import { useId, type ReactNode } from 'react';
import { cx } from './cx';

export interface PanelProps {
  title?: ReactNode;
  /** h2 by default; nested sections pass 3. */
  level?: 2 | 3;
  actions?: ReactNode;
  children: ReactNode;
  className?: string;
}

/** A titled section on a raised sheet. Its heading names the region for assistive technology. */
export function Panel({ title, level = 2, actions, children, className }: PanelProps) {
  const id = useId();
  const Heading = level === 2 ? 'h2' : 'h3';
  return (
    <section aria-labelledby={title ? id : undefined} className={cx('rounded-lg border border-rule bg-sheet p-4 sm:p-5', className)}>
      {(title || actions) && (
        <div className="mb-3 flex flex-wrap items-center justify-between gap-2">
          {title && (
            <Heading id={id} className={level === 2 ? 'text-lg font-bold' : 'text-base font-bold'}>
              {title}
            </Heading>
          )}
          {actions}
        </div>
      )}
      {children}
    </section>
  );
}

/** Says plainly that a part of the product is not built yet, without alarm. */
export function ComingLater({ title, children }: { title: string; children: ReactNode }) {
  return (
    <section className="rounded-lg border border-dashed border-rule-strong px-4 py-3 text-sm" aria-label={title}>
      <p className="font-semibold">{title}</p>
      <div className="mt-1 text-ink-2">{children}</div>
    </section>
  );
}

export function PageHeader({ title, children, actions }: { title: string; children?: ReactNode; actions?: ReactNode }) {
  return (
    <div className="mb-5 flex flex-wrap items-end justify-between gap-3">
      <div className="min-w-0">
        <h1 className="text-2xl font-bold tracking-tight">{title}</h1>
        {children && <div className="mt-1 max-w-prose text-sm text-ink-2">{children}</div>}
      </div>
      {actions && <div className="flex flex-wrap gap-2">{actions}</div>}
    </div>
  );
}

export function Loading({ what }: { what: string }) {
  return (
    <p role="status" className="py-4 text-sm text-muted">
      Loading {what}…
    </p>
  );
}

export function Badge({ children, tone = 'plain' }: { children: ReactNode; tone?: 'plain' | 'warn' }) {
  return (
    <span
      className={cx(
        'inline-flex items-center gap-1 rounded border px-1.5 py-0.5 text-xs font-semibold whitespace-nowrap',
        tone === 'warn' ? 'border-line-deep text-line-deep' : 'border-rule-strong text-ink-2',
      )}
    >
      {tone === 'warn' && <span aria-hidden="true">▲</span>}
      {children}
    </span>
  );
}

/**
 * Definition list for a record's facts: label, value. A long label wraps within 60 % of the width
 * rather than pushing the values off a phone's screen.
 */
export function Facts({ items }: { items: Array<{ label: string; value: ReactNode }> }) {
  return (
    <dl className="grid grid-cols-[fit-content(60%)_minmax(0,1fr)] gap-x-4 gap-y-1.5 text-sm">
      {items.map((item) => (
        <div key={item.label} className="contents">
          <dt className="text-muted">{item.label}</dt>
          <dd className="tabular-nums break-words">{item.value}</dd>
        </div>
      ))}
    </dl>
  );
}
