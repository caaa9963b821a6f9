import type { ComponentProps } from 'react';
import { Link } from 'react-router-dom';
import { cx } from './cx';

type Variant = 'primary' | 'secondary' | 'quiet' | 'danger';
type Size = 'sm' | 'md' | 'lg';

const BASE =
  'inline-flex items-center justify-center gap-2 rounded-md font-semibold no-underline transition-colors ' +
  'disabled:cursor-not-allowed disabled:opacity-60';

const VARIANTS: Record<Variant, string> = {
  primary: 'bg-ink text-paper hover:bg-ink-2',
  secondary: 'border border-rule-strong bg-sheet text-ink hover:bg-shade',
  quiet: 'text-ink underline underline-offset-4 hover:decoration-line',
  danger: 'border border-line-deep bg-sheet text-line-deep hover:bg-shade',
};

const SIZES: Record<Size, string> = {
  sm: 'min-h-8 px-3 text-sm',
  md: 'min-h-10 px-4 text-sm',
  lg: 'min-h-12 px-5 text-base w-full sm:w-auto',
};

export function buttonClass(variant: Variant = 'primary', size: Size = 'md', extra?: string): string {
  return cx(BASE, VARIANTS[variant], variant === 'quiet' ? 'px-1' : SIZES[size], extra);
}

export interface ButtonProps extends ComponentProps<'button'> {
  variant?: Variant;
  size?: Size;
  /** Shows the action is under way and blocks a second press. */
  busy?: boolean;
}

export function Button({ variant, size, busy, className, disabled, children, type = 'button', ...rest }: ButtonProps) {
  return (
    <button
      type={type}
      className={buttonClass(variant, size, className)}
      disabled={disabled || busy}
      aria-busy={busy || undefined}
      {...rest}
    >
      {children}
    </button>
  );
}

export interface ButtonLinkProps extends ComponentProps<typeof Link> {
  variant?: Variant;
  size?: Size;
}

export function ButtonLink({ variant = 'secondary', size, className, ...rest }: ButtonLinkProps) {
  return <Link className={buttonClass(variant, size, className)} {...rest} />;
}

Description of the task:
Every line that holds the word "secondary" should be copied from the records.

Answer section:
type Variant = 'primary' | 'secondary' | 'quiet' | 'danger';
  secondary: 'border border-rule-strong bg-sheet text-ink hover:bg-shade',
export function ButtonLink({ variant = 'secondary', size, className, ...rest }: ButtonLinkProps) {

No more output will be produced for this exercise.